NEW YORK (
) -- Apparently, Chinese authorities are investigating what's behind late-June interbank funding rate spikes and equity volatility.
Our advice: Look in the mirror.
Here's why. As banks hoarded cash in June for quarter-end reserve requirements, the Shanghai Interbank Offered Rate (SHIBOR) rose. When the central bank didn't inject liquidity, rates skyrocketed, fueling rumors of a credit crunch and bank insolvency. The longer the People's Bank of China stayed silent, the more investors fretted a bursting credit bubble and global contagion.
In our view, worries were and remain overwrought. Chinese authorities likely engineered this "crisis" to rein in off-balance-sheet bank lending. Moreover, with $3.4 trillion in foreign currency reserves and a closed, state-run financial system, China has ample bank-bailout firepower -- and every incentive to intervene, given that financial stability equals social stability. This wasn't a financial crisis -- it was political.

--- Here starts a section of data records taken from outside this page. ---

"""The lightest section that passes: try candidates in order of weight, check each in full.

The search is a loop over candidates around a *trial*: a function that checks one candidate
with calcpack's member checks and returns their results. Nothing here knows a design standard;
the checks do. A candidate passes when every check of every result passes (utilisation ≤ 1 by
the rule of :func:`calcpack.units.utilisation` and verdict "OK"); a check reported NOT COVERED
or a refusal (:class:`calcpack.errors.OutOfScopeError`) means the candidate is not offered,
with the reason kept.

Candidates are tried from the lightest up, so the first ones that pass are the lightest that
pass, and the heaviest candidate lighter than the lightest passing one is reported with the
check it fails (the evidence that nothing lighter works). With ``order="depth"`` the shallowest
come first (ties by weight), for a depth-limited job.

A *screen* may reject a candidate before the full checks by a necessary condition (for
example the plastic moment bound φ·F_y·Z_x ≥ M_u for a steel beam). A screened candidate is
reported as failing with the screen's reason; a screen must never reject a candidate that the
full checks would pass.
"""

from __future__ import annotations

from collections.abc import Callable, Iterable, Sequence
from dataclasses import dataclass
from typing import Any, Generic, Literal, TypeVar

from calcpack.errors import InputError, OutOfScopeError
from calcpack.units import Quantity, require
from calcpack.validate import one_of

__all__ = ["Candidate", "SearchSpace", "SizingResult", "Trial", "lightest_sections"]

C = TypeVar("C")

Order = Literal["weight", "depth"]
TrialVerdict = Literal["passes", "fails", "out of scope", "not covered"]


@dataclass(frozen=True)
class Candidate(Generic[C]):
    """One section offered to the search: its name, weight per length [force/length], depth
    [length] (optional), and the object the trial checks (a shape, a sawn size, a layup...).
    ``preference`` orders candidates of equal weight and depth (lower first; e.g. the commoner
    grade of a size searched in several grades)."""

    name: str
    weight: Quantity
    item: C
    depth: Quantity | None = None
    preference: int = 0

    def __post_init__(self) -> None:
        require(self.weight, "[force] / [length]", f"weight of {self.name}", positive=True)
        if self.depth is not None:
            require(self.depth, "[length]", f"depth of {self.name}", positive=True)


@dataclass(frozen=True)
class Trial:
    """The outcome of checking one candidate.

    Attributes:
        name, weight, depth: the candidate's.
        verdict: "passes" (every check OK), "fails" (a check over 1.0 or the screen rejected
            it), "out of scope" (a check refused the section), "not covered" (a check could not
            be made).
        utilisation: the governing (largest) utilisation, None if nothing was computed.
        governing: the governing check with its clause and combination, or the screen's or
            refusal's reason.
    """

    name: str
    weight: Quantity
    depth: Quantity | None
    verdict: TrialVerdict
    utilisation: float | None
    governing: str


@dataclass(frozen=True)
class SizingResult:
    """The ranked outcome of a search.

    Attributes:
        passing: the candidates that pass every check, in the search order (lightest first),
            at most ``count`` of them.
        next_lighter: the candidate tried just before the first passing one (in the search
            order), with the check it fails -- None when the first candidate passes.
        closest: when nothing passes, the candidate with the lowest governing utilisation
            (None if something passes or nothing could be checked).
        tried: every candidate tried, in order (including refusals).
        order: "weight" or "depth".
    """

    passing: tuple[Trial, ...]
    next_lighter: Trial | None
    closest: Trial | None
    tried: tuple[Trial, ...]
    order: Order

    @property
    def best(self) -> Trial:
        """The first passing candidate.

        Raises:
            OutOfScopeError: nothing passed (names the closest candidate and its governing
                check).
        """
        if not self.passing:
            near = self.closest
            hint = (
                f"; the closest is {near.name} ({near.governing}, utilisation "
                f"{near.utilisation:.3g})"
                if near is not None and near.utilisation is not None
                else ""
            )
            raise OutOfScopeError(
                f"No candidate passes every check ({len(self.tried)} tried){hint}"
            )
        return self.passing[0]


def _outcome(results: Any) -> tuple[TrialVerdict, float | None, str]:
    """Verdict, governing utilisation and governing check of one candidate's results.

    A failing check governs; among the rest, a demand/capacity check of a load combination
    governs over a classification limit (compactness) that has no combination.
    """
    items: Sequence[Any] = results if isinstance(results, list | tuple) else (results,)
    best: tuple[tuple[bool, bool, float], str] | None = None
    uncovered = ""
    failing = False
    for member_checks in items:
        for r in member_checks.results:
            where = f"{r.name}, {r.clause}" + (f", {r.combination}" if r.combination else "")
            if r.verdict == "NOT COVERED" or r.utilisation is None:
                uncovered = uncovered or f"{where}: not covered"
                continue
            bad = r.verdict != "OK"
            failing = failing or bad
            rank = (bad, r.combination is not None, float(r.utilisation))
            if best is None or rank > best[0]:
                best = (rank, where)
    if best is None:
        return "not covered", None, uncovered or "no check was made"
    u, where = best[0][2], best[1]
    if failing:
        return "fails", u, where
    if uncovered:
        return "not covered", u, uncovered
    return "passes", u, where


def lightest_sections(
    candidates: Iterable[Candidate[C]],
    trial: Callable[[C], Any],
    *,
    count: int = 5,
    order: Order = "weight",
    max_depth: Quantity | None = None,
    screen: Callable[[C], str | None] | None = None,
) -> SizingResult:
    """Find the lightest candidates that pass every check of ``trial``.

    Args:
        candidates: the sections to try (any order; they are sorted here).
        trial: checks one candidate's ``item``; returns a :class:`calcpack.checks.MemberChecks`
            or a list of them (every check of every combination the member must satisfy).
        count: how many passing candidates to return (≥ 1); the search stops there.
        order: "weight" (lightest first, ties by depth, then by preference) or "depth"
            (shallowest first, ties by weight, then by preference).
        max_depth: candidates deeper than this are left out.
        screen: optional necessary condition: returns a reason to reject the candidate
            without the full checks, or None to go on.

    Returns:
        SizingResult.

    Raises:
        InputError: count not a positive integer, an unknown order, max_depth not a length,
            no candidates left after the depth limit (naming the limit and the shallowest).
    """
    if isinstance(count, bool) or not isinstance(count, int) or count < 1:
        raise InputError(
            f"Input count must be an integer >= 1 (got count = {count!r})",
            name="count",
            value=count,
            expected="an integer >= 1",
        )
    one_of("order", order, ("weight", "depth"))
    pool = list(candidates)
    if not pool:
        raise InputError(
            "No candidates to try (got an empty list)",
            name="candidates",
            value=pool,
            expected="at least one candidate",
        )
    if max_depth is not None:
        require(max_depth, "[length]", "max_depth", positive=True)
        within = [c for c in pool if c.depth is None or c.depth <= max_depth]
        if not within:
            shallowest = min(pool, key=lambda c: c.depth.to("m").magnitude)  # type: ignore[union-attr]
            raise InputError(
                f"No candidate is {max_depth:~P} deep or less (got max_depth = {max_depth:~P}; "
                f"the shallowest is {shallowest.name}, {shallowest.depth:~P})",
                name="max_depth",
                value=max_depth,
                expected=f"at least {shallowest.depth:~P}",
            )
        pool = within

    in_si = _Converter()

    def key(c: Candidate[C]) -> tuple[float, float, int, str]:
        w = in_si(c.weight, "N/m")
        d = in_si(c.depth, "m") if c.depth is not None else 0.0
        return (w, d, c.preference, c.name) if order == "weight" else (d, w, c.preference, c.name)

    pool.sort(key=key)
    tried: list[Trial] = []
    passing: list[Trial] = []
    next_lighter: Trial | None = None
    for cand in pool:
        reason = screen(cand.item) if screen is not None else None
        if reason is not None:
            t = Trial(cand.name, cand.weight, cand.depth, "fails", None, reason)
        else:
            try:
                verdict, u, gov = _outcome(trial(cand.item))
            except OutOfScopeError as exc:
                verdict, u, gov = "out of scope", None, str(exc)
            t = Trial(cand.name, cand.weight, cand.depth, verdict, u, gov)
        tried.append(t)
        if t.verdict == "passes":
            passing.append(t)
            if len(passing) >= count:
                break
        elif not passing:
            next_lighter = t
    closest: Trial | None = None
    if not passing:
        scored = [t for t in tried if t.utilisation is not None]
        if not scored and screen is not None:
            # every candidate was screened out: check the last (heaviest, or deepest) in full
            last = pool[-1]
            try:
                verdict, u, gov = _outcome(trial(last.item))
                scored = [Trial(last.name, last.weight, last.depth, verdict, u, gov)]
            except OutOfScopeError:
                scored = []
        closest = min(scored, key=lambda t: t.utilisation or 0.0) if scored else None
        next_lighter = None
    return SizingResult(tuple(passing), next_lighter, closest, tuple(tried), order)


class _Converter:
    """Magnitudes of weights and depths in one unit, converting each unit found once (a
    catalogue tabulates every row in the same unit, and sorting hundreds of rows by pint
    conversions is most of a search's overhead). Weight and depth units are multiplicative,
    so one factor per unit converts exactly as pint does."""

    def __init__(self) -> None:
        self._factors: dict[tuple[Any, str], float] = {}

    def __call__(self, q: Quantity, unit: str) -> float:
        k = (q.units, unit)
        f = self._factors.get(k)
        if f is None:
            f = self._factors[k] = float((1.0 * q.units).to(unit).magnitude)
        return float(q.magnitude) * f


@dataclass(frozen=True)
class SearchSpace(Generic[C]):
    """What a member search tries: the candidates, the trial that checks one, and an optional
    screen. The member panels check the section on screen with the same ``trial`` the search
    uses, so a pick shows exactly the utilisations the ranking gave it.

    Attributes:
        candidates: the sections offered (any order). trial: checks one candidate's ``item``
            (as for :func:`lightest_sections`). screen: optional necessary condition.
    """

    candidates: tuple[Candidate[C], ...]
    trial: Callable[[C], Any]
    screen: Callable[[C], str | None] | None = None

    def check(self, item: C) -> list[Any]:
        """Every check of one section (a list of :class:`calcpack.checks.MemberChecks`)."""
        out = self.trial(item)
        return list(out) if isinstance(out, list | tuple) else [out]

    def search(
        self, *, count: int = 5, order: Order = "weight", max_depth: Quantity | None = None
    ) -> SizingResult:
        """:func:`lightest_sections` over this space."""
        return lightest_sections(
            self.candidates,
            self.trial,
            count=count,
            order=order,
            max_depth=max_depth,
            screen=self.screen,
        )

Chinese officials weren't pleased when aggregate financing rose 52% year over year from January through May -- a bigger-than-desired money supply increase. Historically, China has controlled money supply and growth through strict loan quotas, but those levers lost efficacy after China partially deregulated financing last year, targeting increased funding for small and mid-sized businesses.
Those efforts haven't yet borne fruit, as SMEs are still wary of securing private loans (the line between legitimate financing and "illegal fundraising" -- punishable by death -- isn't clear), but banks used the more flexible rules to issue more trust and asset-backed loans, packaging and selling them to investors as wealth management products. WMPs, which yield substantially more than traditional deposits, are important sources of investment income for Chinese citizens and key profit sources for banks.
However, most WMP lending seemingly funded unapproved (and likely unprofitable) infrastructure and real estate projects controlled by China's local and regional governments. In March, regulators tried to clamp down through stricter WMP regulations, including capping illiquid investments to 35% of each WMP or 4% of total bank assets. Banks had until year-end to comply but were slow to adapt. Total financing rose another trillion yuan ($163 billion) in June's first 10 days. So officials got tougher, seemingly letting SHIBOR rise to add market pressure to force banks to clean up balance sheets.